Nothing is needed except the lines below that run from the one with "describe, expect, it" through the one with "same numbers in", repeated exactly.

═══ INFORMATION PROVIDED

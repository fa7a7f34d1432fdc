import { describe, expect, it } from 'vitest';
import { seededUniform } from '../numeric/seeded-random.js';
import type { LinkDesignInput } from '../schemas/link-design.schema.js';
import { workedExampleDesign } from '../examples/worked-example.js';
import { evaluateLink } from './evaluate-link.js';
import { LINK_MARGIN_FIELDS, evaluateLinkMargins, linkMarginPointDesign, type LinkMarginColumns } from './evaluate-link-margins.js';

// The kernel must give evaluateLink's margin (METHODS.md §10.8): checked point by point against
// evaluateLink on seeded designs that differ in every numeric field. Both sum the same numbers in
// the same order, so the margins agree to the last bit; the tolerance the kernel promises is 1e-9 dB.
const TOLERANCE_DB = 1e-9;
const WAVELENGTHS_M = [785e-9, 850e-9, 1310e-9, 1550e-9];

/** Columns over the span of practice (ranges 0.2–5 km, fog to clear air, calm to strong turbulence), every field varied. */
function seededColumns(count: number, seed: number, options: { outage?: boolean } = {}): LinkMarginColumns {
  const random = seededUniform(seed);
  const uniform = (min: number, max: number) => min + (max - min) * random();
  const logUniform = (min: number, max: number) => Math.exp(uniform(Math.log(min), Math.log(max)));
  const column = (draw: () => number) => Float64Array.from({ length: count }, draw);
  const columns: LinkMarginColumns = {
    rangeM: column(() => logUniform(200, 5000)),
    'transmitter.wavelengthM': column(() => WAVELENGTHS_M[Math.floor(random() * 4)]!),
    'transmitter.powerDbm': column(() => uniform(5, 27)),
    'transmitter.waistRadiusM': column(() => uniform(0.0075, 0.04)),
    'transmitter.halfAngleDivergenceRad': column(() => (random() < 0.15 ? 0 : uniform(0.25e-3, 1.5e-3))),
    'transmitter.m2': column(() => uniform(1, 1.5)),
    'transmitter.opticsLossDb': column(() => uniform(1, 3)),
    'receiver.apertureDiameterM': column(() => uniform(0.05, 0.25)),
    'receiver.obscurationRatio': column(() => (random() < 0.3 ? uniform(0.1, 0.4) : 0)),
    'receiver.sensitivityDbm': column(() => uniform(-46, -20)),
    'receiver.opticsLossDb': column(() => uniform(1, 3)),
    'pointing.jitterSigmaPerAxisRad': column(() => logUniform(10e-6, 300e-6)),
    'pointing.staticErrorRad': column(() => uniform(0, 200e-6)),
    'atmosphere.visibilityM': column(() => logUniform(200, 50_000)),
    'atmosphere.cn2': column(() => logUniform(1e-16, 1e-13)),
    'scintillation.probability': column(() => (random() < 0.6 ? 1e-3 : logUniform(1e-6, 1e-2))),
    systemMarginDb: column(() => uniform(0, 3)),
  };
  if (options.outage) columns['pointing.outageProbability'] = column(() => logUniform(1e-6, 1e-2));
  return columns;
}

function baseDesign(change: (design: LinkDesignInput) => void = () => {}): LinkDesignInput {
  const design = workedExampleDesign();
  change(design);
  return design;
}

function worstDifferenceDb(design: LinkDesignInput, columns: LinkMarginColumns): { worst: number; count: number; unequal: number } {
  const margins = evaluateLinkMargins(design, columns);
  let worst = 0;
  let unequal = 0;
  for (let i = 0; i < margins.length; i++) {
    const expected = evaluateLink(linkMarginPointDesign(design, columns, i)).linkMarginDb;
    worst = Math.max(worst, Math.abs(margins[i]! - expected));
    if (margins[i] !== expected) unequal++;
  }
  return { worst, count: margins.length, unequal };
}

/** Within the promised 1e-9 dB, and in fact equal to the last bit. */
function expectSameAsEvaluateLink(design: LinkDesignInput, columns: LinkMarginColumns): void {
  const { worst, unequal } = worstDifferenceDb(design, columns);
  expect(worst).toBeLessThan(TOLERANCE_DB);
  expect(unequal).toBe(0);
}

describe('evaluateLinkMargins', () => {
  it('gives evaluateLink’s margin within 1e-9 dB on 3000 seeded designs without scintillation (Gaussian-beam model, Kim and Kruse)', () => {
    for (const model of ['kim', 'kruse'] as const) {
      const design = baseDesign((d) => {
        d.scintillation = { include: false };
        d.atmosphere = { ...d.atmosphere, model };
      });
      const { worst, count, unequal } = worstDifferenceDb(design, seededColumns(3000, model === 'kim' ? 11 : 12));
      expect(count).toBe(3000);
      expect(worst).toBeLessThan(TOLERANCE_DB);
      expect(unequal).toBe(0);
    }
  });

  it('gives evaluateLink’s margin with the gamma-gamma fade margin, for both turbulence models', () => {
    for (const turbulenceModel of ['gaussian-beam', 'spherical-wave'] as const) {
      const design = baseDesign((d) => (d.atmosphere = { ...d.atmosphere, turbulenceModel }));
      const { worst, unequal } = worstDifferenceDb(design, seededColumns(2000, turbulenceModel === 'gaussian-beam' ? 21 : 22));
      expect(worst).toBeLessThan(TOLERANCE_DB);
      expect(unequal).toBe(0);
    }
  });

  it('gives evaluateLink’s margin for the spherical-wave model without scintillation, and with MOR visibility', () => {
    const design = baseDesign((d) => {
      d.scintillation = { include: false };
      d.atmosphere = { ...d.atmosphere, turbulenceModel: 'spherical-wave', visibilityDefinition: 'mor-5-percent' };
    });
    expectSameAsEvaluateLink(design, seededColumns(2000, 31));
  });

  it('gives evaluateLink’s margin with outage-based pointing and with Al Naboulsi’s fog model', () => {
    expectSameAsEvaluateLink(baseDesign(), seededColumns(1000, 41, { outage: true }));
    const fog = baseDesign((d) => (d.atmosphere = { ...d.atmosphere, model: 'al-naboulsi-advection' }));
    const columns = seededColumns(1000, 42);
    columns['atmosphere.visibilityM'] = Float64Array.from({ length: 1000 }, (_, i) => 60 + (i % 50) * 18);
    expectSameAsEvaluateLink(fog, columns);
  });

  it('reuses the path part only where it may: a range × visibility grid and a power sweep equal evaluateLink point by point', () => {
    const ranges = [400, 900, 1600, 2500, 4000];
    const visibilities = [150, 400, 1000, 3000, 10_000, 30_000];
    const rangeM = new Float64Array(ranges.length * visibilities.length);
    const visibilityM = new Float64Array(rangeM.length);
    ranges.forEach((range, row) =>
      visibilities.forEach((visibility, column) => {
        rangeM[row * visibilities.length + column] = range;
        visibilityM[row * visibilities.length + column] = visibility;
      }),
    );
    const grid = { rangeM, 'atmosphere.visibilityM': visibilityM };
    expectSameAsEvaluateLink(baseDesign(), grid);
    // columns laid out the other way (range the inner axis) give the same margins
    const sweep = { 'transmitter.powerDbm': Float64Array.from({ length: 40 }, (_, i) => 5 + i / 2) };
    expectSameAsEvaluateLink(baseDesign(), sweep);
    // a varied field set back to the base value between points is recomputed, not reused
    const alternating = { 'atmosphere.cn2': Float64Array.from({ length: 20 }, (_, i) => (i % 2 === 0 ? 5e-14 : 2e-15)) };
    expectSameAsEvaluateLink(baseDesign(), alternating);
  });

  it('without columns gives the base design’s margin, and writes into a given array', () => {
    const design = baseDesign();
    const single = evaluateLinkMargins(design, {});
    expect(single).toHaveLength(1);
    expect(Math.abs(single[0]! - evaluateLink(design).linkMarginDb)).toBeLessThan(TOLERANCE_DB);
    const into = new Float64Array(3);
    const result = evaluateLinkMargins(design, { rangeM: Float64Array.of(1000, 2000, 3000) }, into);
    expect(result).toBe(into);
    expect(Math.abs(into[1]! - evaluateLink(design).linkMarginDb)).toBeLessThan(TOLERANCE_DB);
    expect(into[0]).toBeGreaterThan(into[2]!);
  });

  it('names the field when a column is wrong or the base design lacks a field', () => {
    const design = baseDesign();
    expect(() => evaluateLinkMargins(design, { rangeM: [1000, 2000] as unknown as Float64Array })).toThrow(/rangeM: must be a Float64Array/);
    expect(() => evaluateLinkMargins(design, { rangeM: new Float64Array(3), 'atmosphere.cn2': new Float64Array(2) })).toThrow(/atmosphere\.cn2: has 2 values where the other columns have 3/);
    expect(() => evaluateLinkMargins(design, { 'atmosphere.model': new Float64Array(1) } as unknown as LinkMarginColumns)).toThrow(/atmosphere\.model: not a numeric design field/);
    expect(() => evaluateLinkMargins(design, { rangeM: new Float64Array(2) }, new Float64Array(3))).toThrow(/into must be a Float64Array of length 2/);
    const { rangeM: _rangeM, ...withoutRange } = design;
    expect(() => evaluateLinkMargins(withoutRange as LinkDesignInput, {})).toThrow(/evaluateLinkMargins: rangeM: is required/);
  });

  it('names the point and the field whose value makes the margin meaningless, as evaluateLink does for one design', () => {
    const rangeM = Float64Array.of(1000, 1500, Number.NaN, 2500);
    expect(() => evaluateLinkMargins(baseDesign(), { rangeM })).toThrow(/point 2: rangeM/);
    expect(() => evaluateLink(linkMarginPointDesign(baseDesign(), { rangeM }, 2))).toThrow(/rangeM/);
  });

  it('lists every numeric field of the design it can vary, each once', () => {
    expect(new Set(LINK_MARGIN_FIELDS).size).toBe(LINK_MARGIN_FIELDS.length);
    const point = linkMarginPointDesign(baseDesign(), seededColumns(1, 5, { outage: true }), 0);
    for (const field of LINK_MARGIN_FIELDS) {
      const [group, name] = field.includes('.') ? field.split('.') : [undefined, field];
      const value = group ? (point as unknown as Record<string, Record<string, unknown>>)[group]![name!] : (point as unknown as Record<string, unknown>)[name!];
      if (field !== 'transmitter.halfAngleDivergenceRad' || value !== undefined) expect(typeof value, field).toBe('number');
    }
  });
});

══════

## RESPONSE AREA
import { describe, expect, it } from 'vitest';
import { seededUniform } from '../numeric/seeded-random.js';
import type { LinkDesignInput } from '../schemas/link-design.schema.js';
import { workedExampleDesign } from '../examples/worked-example.js';
import { evaluateLink } from './evaluate-link.js';
import { LINK_MARGIN_FIELDS, evaluateLinkMargins, linkMarginPointDesign, type LinkMarginColumns } from './evaluate-link-margins.js';

// The kernel must give evaluateLink's margin (METHODS.md §10.8): checked point by point against
// evaluateLink on seeded designs that differ in every numeric field. Both sum the same numbers in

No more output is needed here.